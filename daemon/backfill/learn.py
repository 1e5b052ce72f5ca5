"""``shoal backfill``: learn a history of files on a Dask cluster, into a normal state folder.

The coordinator (this process) owns the model; workers own the rows.

1. Survey: every file is hashed, read and validated by a worker, which returns its
   facts (content digest in the state store's algorithm, size, rows, invalid rows, or why
   it is refused) and nothing row-sized.
   Files already in the ledger under the same name are skipped; a repeated content is
   a duplicate (labelled, not learned); a refused file is quarantined (sidecar only,
   the file stays where it is).
2. Warm-up: without a model yet, the first ``warmup_rows`` valid rows (fetched from a
   worker) start the model exactly as the service's warm-up does.
3. Rounds: the learned stream (valid rows of the learned files, in order, after the
   warm-up rows) is cut at global multiples of the round size ``R`` (a multiple of the
   model's ``refresh_rows``). Each round's rows are split into pieces, one per file it
   touches. The coordinator broadcasts the parameter snapshot; each piece's task returns
   the piece's weighted statistics (:func:`shoal.core.distributed.partition_statistics`
   with the exact per-row weights of the step schedule) and a few per-piece counts.
   Results are keyed by piece, so a task that Dask runs again after a worker died is
   still counted once. The coordinator adds them in piece order and applies the
   stepwise update and a parameter refresh (:func:`shoal.core.distributed.apply_round`).
   The result equals ``Mixture.learn`` over the same stream with ``refresh_rows = R``,
   and a history backfilled in two runs ends where one run does. ``passes`` > 1 runs
   the stream again over the whole history.
4. Labels (the service's file names and columns, written atomically by the workers):
   ``labels="round"`` labels each row with the snapshot that scored it in the (last)
   pass; a piece that holds a whole file writes its labels file in the round, pieces of
   a file split between rounds (or by the warm-up) keep their scores in a hidden folder
   of the outbox until the file is assembled. ``labels="final"`` scores every row again
   with the final model. Duplicates are labelled by the final model.
5. Commit: ONE state-store transaction holds a ledger row per file (model versions
   advancing by one per learned file, as the service counts them), the final checkpoint
   and its segment history. ``shoal watch`` on the same state continues from there and
   never takes those files again.
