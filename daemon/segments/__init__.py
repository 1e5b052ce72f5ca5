"""The watch over segments: drift and lifecycle decisions.

Window by window, each segment against its baseline (``monitor``: the window flow;
``window_sums``: the window records and their per-segment sums; ``window_values``:
a window's statistics keyed for the bounds; ``drift_alerts``: payloads and
explanations), the share of rows missing each feature (``missing_drift``), segments
born, retired, merged and split (``segment_life``, with ``life_rows`` for the samples
and the pool of unexplained rows it decides on and ``life_events`` for their history
and alerts), and operators' names for segments (``segment_names``). The
numbers come from core; this package keeps the bookkeeping and turns decisions into
alerts."""
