from shoal.config import Settings
from shoal.core import Mixture, ModelError
from shoal.core.lifecycle import (OVERLAP_MEASURES, add_component, compact_group, merge,
                                  overlapping_pairs, pairs_apart, recent_share, retire, split,
                                  split_test, unexplained_scored, widening_explains)
from shoal.core.piece_tallies import PieceTallies, piece_tallies
from shoal.daemon.runtime.logs import log_event
from shoal.daemon.segments.life_rows import SAMPLE_STRIDE, Samples, UnexplainedPool, first_sampled
from shoal.daemon.segments.own_state import own_copy
from shoal.daemon.segments.life_events import (
    describe,
    history_with_events,
    lifecycle_alert_id,
    lifecycle_event,
    log_lifecycle_alerts,
)
from shoal.daemon.state.store import HistoryRow

__all__ = ["LifeWatch", "lifecycle_alert_id", "STATE_FORMAT"]

STATE_FORMAT = 1
_MIN_BIRTH_WEIGHT, _MAX_BIRTH_WEIGHT = 1e-3, 0.5
_SPLIT_WAITS = (2, 8, 32)
"""A split test waits for this many times the sample's size of new sampled rows: twice,
then four times longer after each test passed (at D=16, 32 times is 64,000 rows of the
segment). A split is a slow structural change, and a segment found one Gaussian test
after test is the likeliest to stay one; a new segment, the parts of a split and the
survivor of a merge start again at twice, so a model that lumps two groups, or a
segment that just changed, is tested as soon as its sample has renewed."""
_APART_MARGIN, _APART_POINTS = 4.0, 4
"""When the means-and-traces bound puts every pair at 4 times the merge distance or more
(Bhattacharyya), pairs are looked at again at the 4th decision point only: segments move
gradually, and for the bound to drop fourfold two means must come halfway together (or
spreads grow four times). After any lifecycle event they are looked at the next point."""
_BIRTH_ROWS_PER_FEATURE = 20
"""A group is born only from at least this many rows per feature (besides
``birth_rows``): its mean is then known to about ``sqrt(D / n) = 0.22`` of its sds
(Mahalanobis), the rms error of a mean from ``n`` rows."""
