"""Drift windows over rows with missing features, and the missing-share statistic.

A window's per-segment sums (:mod:`shoal.daemon.segments.monitor`) take a row with missing
features as the model's E-step does: its missing coordinates at their conditional mean
under each segment, and the conditional covariance added to the second moments (the
statistics EM with missing data learns from; unbiased under missing-at-random data
when the model fits). Beside them each segment keeps, per feature, the responsibility
mass of its rows that missed the feature (``miss``, and its squares ``miss2``) and the
part of the first moments that was imputed (``imputed``), so that

* a feature's own mean in the window uses only the rows where it was observed, with
  Kish's effective rows of those rows (``feature_shift`` and the explanations;
  :mod:`shoal.core.window_statistics` computes both statistics);
* ``missing_share`` is the share of a segment's rows that missed a feature against the
  baseline's share, the largest over the features; a probe that stops reporting is
  itself news. Its noise is the binomial sd at the effective rows of the window and
  of the baseline.

Complete streams never add these keys, so their state is as before.
"""

from __future__ import annotations


import numpy as np

from shoal.core import Mixture
from shoal.core.missing import expected_scatter
from shoal.daemon.files.gaps import observed_counts

__all__ = ["GapPiece", "gap_piece", "add_gap_sums", "merge_gap_sums", "window_shares",
           "missing_note", "GAP_KEYS"]

GAP_KEYS = ("miss", "miss2", "imputed")
MOSTLY_MISSING = 0.5    # explanations name a feature missing from more of a segment's rows


class GapPiece:
    """A learned piece's rows with missing features, ready for the window sums.

    ``Xc`` the centred rows with the missing values at zero (the centre), ``resp`` the
    responsibilities with the gappy rows' columns at zero (for the ordinary scatter),
    and per segment ``imputed`` (K, D), ``scatter`` (K, D, D), ``miss`` and ``miss2`` (K, D).
    """

    __slots__ = ("Xc", "resp", "imputed", "scatter", "miss", "miss2")


def gap_piece(mixture: Mixture, X: np.ndarray, Xc: np.ndarray, resp_kn: np.ndarray):
    """The :class:`GapPiece` of a piece ``X`` (data units) whose centred rows are ``Xc``
    (NaN where missing; filled in place), or None if no value is missing."""
    D = X.shape[1]
    rows = np.flatnonzero(observed_counts(X) < D)
    if rows.size == 0:
        return None
    mask = np.isnan(X[rows])
    Xc[rows] = np.where(mask, 0.0, Xc[rows])
    R = resp_kn[:, rows]
    Zf = Xc[rows] / mixture.scale
    s1, scatter = expected_scatter(mixture, Zf, mask, R)
    out = GapPiece()
    out.Xc = Xc
    out.resp = resp_kn.copy()
    out.resp[:, rows] = 0.0
    # the E-step's first moments of these rows minus what the filled rows give
    out.imputed = (s1 - R @ Zf) * mixture.scale
    out.scatter = scatter * np.outer(mixture.scale, mixture.scale)
    m = mask.astype(np.float64)
    out.miss = R @ m
    out.miss2 = (R * R) @ m
    return out


def add_gap_sums(sums: dict, piece: GapPiece) -> None:
    """Add a piece's extra sums to an accumulator of arrays by segment position."""
    sums["M"] += piece.imputed
    sums["S"] += piece.scatter
    for key in GAP_KEYS:
        value = getattr(piece, key)
        sums[key] = value.copy() if key not in sums else sums[key] + value


def merge_gap_sums(acc: dict, sums: dict, k: int, add) -> None:
    """Segment ``k``'s extra sums of ``sums`` into ``acc`` (one segment's sums)."""
    for key in GAP_KEYS:
        if key in sums:
            acc[key] = add(acc.get(key), sums[key][k])


def window_shares(segments: dict) -> dict:
    """Per segment id: the share of its rows that missed each feature (zeros if none)."""
    out = {}
    for sid, acc in segments.items():
        if acc.get("T", 0.0) > 0.0 and acc.get("miss") is not None:
            out[sid] = (np.asarray(acc["miss"]) / acc["T"]).tolist()
    return out


def missing_note(info: dict, names) -> str | None:
    """A clause naming the features missing from most of a segment's rows, or None."""
    shares = (info.get("missing") or {}).get("shares")
    if not shares:
        return None
    mostly = [f"{names[j]} ({s:.0%})" for j, s in enumerate(shares) if s > MOSTLY_MISSING]
    return ("mostly missing in the window: " + ", ".join(mostly)) if mostly else None
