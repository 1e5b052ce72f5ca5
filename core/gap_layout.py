"""Rows with gaps laid out for the full covariance type's algebra, and its kernels.

The maths is in :mod:`shoal.core.missing`: a row filled at zero is scored by the
ordinary kernels, then corrected by ``0.5 (|m| log 2 pi - log det H + g^T H^-1 g)``
with ``H = Lam_mm`` and ``g = (Lam (z - mu))_m``, and completing it adds
``z delta^T + delta z^T + delta delta^T + H^-1`` to its second moment
(``delta = -H^-1 g`` on the missing features). Here that algebra runs over a
:class:`GapLayout`: where the gaps are, worked out once for a batch of rows, so that
each span between parameter changes only does the arithmetic that depends on the
parameters.
"""

from __future__ import annotations

import functools

import numpy as np

from .covariance import LOG_2PI

__all__ = ["GapLayout", "precision_matrices", "full_span", "full_completion"]


def precision_matrices(model):
    """The full type's precisions ``Lam_k = U_k U_k^T`` and ``Lam_k mu_k``.

    Parameters
    ----------
    model : Mixture
        A full-covariance mixture.

    Returns
    -------
    lam : ndarray of shape (n_components, n_features, n_features)
    lam_mu : ndarray of shape (n_components, n_features)
    """
    U = model.prec_chol
    lam = U @ np.swapaxes(U, 1, 2)
    return lam, np.einsum("kde,ke->kd", lam, model.means)


class _Group:
    """The rows of a layout that miss ``r`` features (the last group: ``r`` or more),
    in order: ``rows`` their numbers, ``loc`` their columns in their span's arrays
    (number less the span's first), ``wat`` their places among the span's rows,
    ``pos`` (n, r) where their pairs sit among the span's padded pairs, ``cols`` (n, r)
    the features, ``const`` (n,) the correction's constant ``0.5 |m| log 2 pi +
    sum(log scale[m])``, ``cells`` (n, r, r) the flat (feature, feature) cells of
    their ``H``, ``keys`` (n, r, r) the same where the statistics gather them,
    ``count`` (n,) how many features each row misses and ``cuts`` (n_spans + 1,)
    where each span's rows start. In the last group the rows missing fewer than the
    widest are padded to an identity block: their extra pairs point at the zero slot
    past the span's pairs and at feature 0, their extra cells at the cell past the last
    (one, on the diagonal) or the one after it (zero), their extra keys at cell 0
    (with zero weight)."""

    __slots__ = ("rows", "loc", "wat", "pos", "cols", "const", "cells", "keys", "count",
                 "cuts")

    def __init__(self, at, layout, span_of, local, col, start, count, width, slot):
        n_features = layout.Zf.shape[1]
        pair = start[at][:, None] + np.arange(width)
        self.count = count[at]
        self.rows = layout.rows[at]
        self.loc = self.rows - layout.bounds[span_of[at]]
        self.wat = at - layout.cuts[span_of[at]]
        self.cuts = np.searchsorted(at, layout.cuts)
        self.const = layout.scale_term[at] + (0.5 * LOG_2PI) * self.count
        self.pos, self.cols = local[pair], col[pair]
        if width > 2:
            valid = np.arange(width) < self.count[:, None]
            pair = np.where(valid, pair, col.size)
            self.pos, self.cols = np.append(local, slot)[pair], np.append(col, 0)[pair]
        self.keys = self.cols[:, :, None] * n_features + self.cols[:, None, :]
        self.cells = self.keys if width < 3 else np.where(
            valid[:, :, None] & valid[:, None, :], self.keys,
            n_features * n_features + ~np.eye(width, dtype=bool))
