def make_chip(folder):
    """Five junctions and one broken file; ``resamples`` kept low so that the batch is quick."""
    rng = np.random.default_rng(7)
    os.makedirs(folder, exist_ok=True)
    lines = ["file,junction,chip,cooldown,length (um),width (um),x (mm),y (mm),resamples"]
    for i, length in enumerate(LENGTHS_UM):
        name = f"j{i + 1}.csv"
        with open(os.path.join(folder, name), "w") as handle:
            handle.write(_sweep(rng, length, descending=i % 2 == 1))
        lines.append(f"{name},J{i + 1},T-1,CD-1,{length},{WIDTH_UM},{i},0,20")
    with open(os.path.join(folder, "j6.csv"), "w") as handle:
        handle.write("B (mT),Ic+ (uA),Ic- (uA)\n0.1,2.0,-2.0\nerror: magnet quench\n")
    lines.append(f"j6.csv,{BROKEN},T-1,CD-1,20,{WIDTH_UM},5,0,20")
    path = os.path.join(folder, "manifest.csv")
    with open(path, "w") as handle:
        handle.write("\n".join(lines) + "\n")
    return path


def _read(path):
    with open(path, encoding="utf-8") as handle:
        return handle.read()


@pytest.fixture(scope="module")
def chip(tmp_path_factory):
    folder = tmp_path_factory.mktemp("chip")
    manifest = make_chip(str(folder))
    out = folder / "out"
    # Report settings are not part of the settings hash: PNG only keeps the test quick.
    outcome = run_batch(manifest, out, workers=2, chunk_size=1, reports=True,
                        settings=Settings().replace(report__figure_formats=(".png",)),
                        command=["batch", "manifest.csv", "--out", "out"])
    return {"folder": folder, "manifest": manifest, "out": out, "outcome": outcome,
            "summary": _read(out / "summary.csv")}


def _rows(text):
    import csv
    import io

    return list(csv.DictReader(io.StringIO(text)))


def test_a_broken_file_becomes_a_failed_row_and_the_rest_are_analysed(chip):
    outcome = chip["outcome"]
    assert (outcome.total, outcome.analysed, outcome.failed, outcome.skipped) == (6, 5, 1, 0)
    rows = _rows(chip["summary"])
    failed = [r for r in rows if r["status"] == "failed"]
    assert [r["junction"] for r in failed] == [BROKEN]
    assert "j6.csv: line 3" in failed[0]["error"]
    assert failed[0]["input_sha256"] == input_sha256(chip["folder"] / "j6.csv")
    ok = [r for r in rows if r["status"] == "ok"]
    assert [(r["junction"], r["branch"]) for r in ok] == [
        (f"J{i}", b) for i in range(1, 6) for b in ("positive", "negative")]
    for r in ok:
        truth = PHI0 / (D_M * float(r["length_m"]))
        assert abs(float(r["period_T"]) - truth) < 5 * float(r["period_stderr_T"])
        assert float(r["length_m"]) * 1e6 in LENGTHS_UM and r["error"] == ""
    # Each junction's document is in results/ under the name the row gives.
    doc = json.loads(_read(chip["out"] / ok[0]["result_file"]))
    assert doc["input"]["sha256"] == ok[0]["input_sha256"]
    assert doc["settings_sha256"] == ok[0]["settings_sha256"]
    assert doc["input"]["manifest"]["junction"] == "J1"


#: Column names without a unit: counts, ratios, text. Everything else must end in its unit.
UNITLESS = {"chip", "junction", "cooldown", "branch", "status", "error", "flags", "model",
            "file", "manifest_row", "result_file", "x_grid", "y_grid", "reduced_chisq",
            "lobes_observed", "nodes_observed", "points_used", "points_downweighted", "loss",
            "uncertainty", "asymmetry", "asymmetry_stderr", "input_sha256", "settings_sha256",
            "length_over_josephson_depth", "length_over_josephson_depth_stderr",
            "london_depth_assumption", "icrn_over_ab", "segment"}
UNITS = ("_m", "_m2", "_T", "_A", "_A_m2", "_V", "_ohm", "_J", "_K")


def test_summary_columns_carry_units(chip):
    header = chip["summary"].splitlines()[0].split(",")
    assert header[:5] == ["chip", "junction", "cooldown", "branch", "status"]
    assert {"x_m", "y_m", "length_m", "width_m", "period_T", "period_stderr_T", "ic0_A",
            "ic0_stderr_A", "magnetic_thickness_m", "magnetic_thickness_stderr_m"} <= set(header)
    assert [c for c in header if c not in UNITLESS and not c.endswith(UNITS)] == []
    row = _rows(chip["summary"])[0]
    assert float(row["x_m"]) == 0.0 and float(_rows(chip["summary"])[2]["x_m"]) == 1e-3
    assert "generated" not in chip["summary"] and "T0" not in chip["summary"]
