def _check_classic_size(path: Path) -> None:
    """Refuse a truncated NetCDF-3 file, which the netCDF library reads as fill values.

    SciPy's reader maps the file and lays each variable over it at the offset
    the header gives, which fails when the data run past the end of the file.
    """
    with open(path, "rb") as handle:
        if handle.read(4) not in (b"CDF\x01", b"CDF\x02"):  # classic and 64-bit offset
            return
    import scipy.io  # here: NetCDF-4 inputs need no scipy.io

    try:
        scipy.io.netcdf_file(path, mode="r", mmap=True).close()
    except Exception as exc:
        raise InputError(
            f"{path}: the NetCDF-3 file is shorter than its header says (truncated?); "
            "copy or download it again"
        ) from exc


#: First bytes of NetCDF files: classic, 64-bit offset and 64-bit data (NetCDF-3), and
#: HDF5 (NetCDF-4), whose signature may follow a user block of 512, 1024, ... bytes.
NETCDF3_SIGNATURES = (b"CDF\x01", b"CDF\x02", b"CDF\x05")
HDF5_SIGNATURE = b"\x89HDF\r\n\x1a\n"


#: Files at the top of a Zarr store: its metadata (format 3, and format 2's group,
#: array and consolidated metadata; Zarr specifications v2 and v3).
ZARR_METADATA = ("zarr.json", ".zgroup", ".zarray", ".zmetadata")


def is_zarr_store(path: Path) -> bool:
    """Whether ``path`` is a directory holding Zarr metadata."""
    return path.is_dir() and any((path / name).is_file() for name in ZARR_METADATA)


def open_store(path: Path, **options) -> xr.Dataset:
    """``xarray.open_dataset`` of a NetCDF file (:func:`open_netcdf`) or a Zarr store.

    Raises
    ------
    flowpipe.errors.InputError
        For what is neither, or cannot be read.
    """
    if not is_zarr_store(path):
        return open_netcdf(path, **options)
    try:
        return xr.open_zarr(path, decode_times=xr.coders.CFDatetimeCoder(use_cftime=None),
                            **options)
    except Exception as exc:  # zarr raises many types for unreadable stores
        reason = str(exc).splitlines()[0] if str(exc) else type(exc).__name__
        raise InputError(f"{path}: cannot be read as a Zarr store ({reason}); check that it "
                         "is complete") from exc


def open_netcdf(path: Path, **options) -> xr.Dataset:
    """``xarray.open_dataset`` of a file that must be NetCDF, with one-line errors.

    Raises
    ------
    flowpipe.errors.InputError
        For a file that is not NetCDF (by its signature), a truncated one, or
        one the netCDF library cannot read.

    References
    ----------
    File signatures: NetCDF User Guide, "File Format Specifications" (classic,
    64-bit offset and CDF-5 headers start with ``CDF`` and a version byte);
    HDF5 File Format Specification, section II.A (the superblock signature
    at byte 0, 512, 1024, 2048, ...).
    """
    try:
        handle = open(path, "rb")
    except OSError as exc:
        raise InputError(f"{path}: cannot be read ({exc.strerror})") from None
    with handle:
        netcdf3 = handle.read(4) in NETCDF3_SIGNATURES
        hdf5, offset = False, 0
        while not (netcdf3 or hdf5) and offset <= 1 << 20:
            handle.seek(offset)
            block = handle.read(8)
            hdf5 = block == HDF5_SIGNATURE
            if len(block) < 8:
                break
            offset = 512 if offset == 0 else 2 * offset
    if not (netcdf3 or hdf5):
        raise InputError(f"{path}: is not a NetCDF file (neither NetCDF-3 nor NetCDF-4/HDF5 "
                         "nor GRIB by its first bytes); check the path")
    _check_classic_size(path)
    try:
        # The backend by its class: xarray looks no other up, where a name or none makes it
        # load every installed backend to choose (cfgrib's import alone took 0.09 s)
        return xr.open_dataset(path, decode_times=xr.coders.CFDatetimeCoder(use_cftime=None),
                               engine=NetCDF4BackendEntrypoint, **options)
    except Exception as exc:  # netCDF4/HDF5 raise many types for unreadable files
        reason = str(exc).splitlines()[0] if str(exc) else type(exc).__name__
        raise InputError(
            f"{path}: cannot be read as NetCDF ({reason}); check that the file is complete "
            "and is NetCDF-3 or NetCDF-4"
        ) from exc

§ §

▸ **Problem to work on**:
Reproduce exactly the lines above from the line with "per file it" to the line with "Results are keyed", including both, and add nothing.

▸ **Result below**:
   model's ``refresh_rows``). Each round's rows are split into pieces, one per file it
   touches. The coordinator broadcasts the parameter snapshot; each piece's task returns
   the piece's weighted statistics (:func:`shoal.core.distributed.partition_statistics`
   with the exact per-row weights of the step schedule) and a few per-piece counts.
   Results are keyed by piece, so a task that Dask runs again after a worker died is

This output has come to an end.